#### Extracted information

describe("nearMisses", () => {
  test.each([
    ["P-PW2-26-00024-W", "P-PW2-26-00042-W", "adjacent digits swapped"],
    ["P-PW2-26-00042-X", "P-PW2-26-00042-W", "wrong check character"],
    ["P-PW2-26-0O042-W", "P-PW2-26-00042-W", "letter O for zero"],
    ["ppw22600O42w", "P-PW2-26-00042-W", "compact, lower case, O for zero"],
    ["P-PW2-26-00042-*", "P-PW2-26-00042-W", "check typed as star"],
    ["P-PW2-26-00024-Y", "P-PW2-26-00024-*", "a star check mistyped"],
    ["D-TW-26-00001-Y", "D-TW-26-00001-7", "drive unit"],
    ["C-PW2-26-0000Y-1", "C-PW2-26-00001-Y", "last digit swapped with the check across a hyphen"],
  ])("%s includes %s (%s)", (typed, original) => {
    expect(nearMisses(typed)).toContain(original);
  });

  test.each([
    ["P-PW2-26-00042-W", "a valid serial: no slip leads from one valid serial to another"],
    ["hello", "not shaped like a serial"],
    ["", "empty"],
  ])("%j → [] (%s)", (text) => {
    expect(nearMisses(text)).toEqual([]);
  });

  test("for 60 random serials, every slip whose check fails leads back to the original, and every candidate is a valid serial", () => {
    // The property MOD 37-2 guarantees (ISO/IEC 7064: all single substitutions and adjacent
    // transpositions detected); validity judged by cdigit, the independent oracle.
    const r = rng(2);
    // Failures are collected rather than asserted one by one: ~29 000 slips make expect() the cost.
    const failures: string[] = [];
    let slipsTried = 0;
    for (let i = 0; i < 60; i++) {
      const original = formatSerial(randomParts(r, i % 10 === 0 ? 999_999 : 99_999));
      for (const slip of slips(original)) {
        slipsTried++;
        if (oracleValid(compactOf(slip))) failures.push(`${slip}: a slip of ${original} that the check does not catch`);
        const candidates = nearMisses(slip);
        if (!candidates.includes(original)) failures.push(`${slip}: ${original} missing from ${candidates.join(" ")}`);
        for (const c of candidates) {
          if (!parseSerial(c)?.valid || !oracleValid(compactOf(c))) failures.push(`${slip}: candidate ${c} is not a valid serial`);
        }
        if (new Set(candidates).size !== candidates.length) failures.push(`${slip}: duplicates in ${candidates.join(" ")}`);
      }
    }
    expect(slipsTried).toBeGreaterThan(60 * 400);
    expect(failures).toEqual([]);
  });

  test("returns exactly the valid, serial-shaped strings one slip away (brute force with cdigit as judge)", () => {
    const r = rng(3);
    for (let i = 0; i < 200; i++) {
      const original = formatSerial(randomParts(r));
      const all = slips(original);
      const typed = all[Math.floor(r() * all.length)]!;
      const expected = new Set(
        slips(typed).filter((s) => oracleValid(compactOf(s)) && parseSerial(s)?.canonical === s),
      );
      expect(new Set(nearMisses(typed)), typed).toEqual(expected);
    }
  });

  test("takes well under 1 ms for one serial", () => {
    const typed = "P-PW2-26-00024-W";
    nearMisses(typed);
    const start = performance.now();
    for (let i = 0; i < 1000; i++) nearMisses(typed);
    expect((performance.now() - start) / 1000).toBeLessThan(1);
  });
});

########

### Task
Looking at the data above, write out exactly the lines that start at the one containing "if (new Set(candidates).size" and end at the one containing "for (let i = 0; i < 1000;"; include both and nothing beyond.

### Exercise response
        if (new Set(candidates).size !== candidates.length) failures.push(`${slip}: duplicates in ${candidates.join(" ")}`);
      }
    }
    expect(slipsTried).toBeGreaterThan(60 * 400);
    expect(failures).toEqual([]);
  });

  test("returns exactly the valid, serial-shaped strings one slip away (brute force with cdigit as judge)", () => {
    const r = rng(3);
    for (let i = 0; i < 200; i++) {
      const original = formatSerial(randomParts(r));
      const all = slips(original);
      const typed = all[Math.floor(r() * all.length)]!;
      const expected = new Set(
        slips(typed).filter((s) => oracleValid(compactOf(s)) && parseSerial(s)?.canonical === s),
      );
      expect(new Set(nearMisses(typed)), typed).toEqual(expected);
    }
  });

  test("takes well under 1 ms for one serial", () => {
    const typed = "P-PW2-26-00024-W";
    nearMisses(typed);
    const start = performance.now();
    for (let i = 0; i < 1000; i++) nearMisses(typed);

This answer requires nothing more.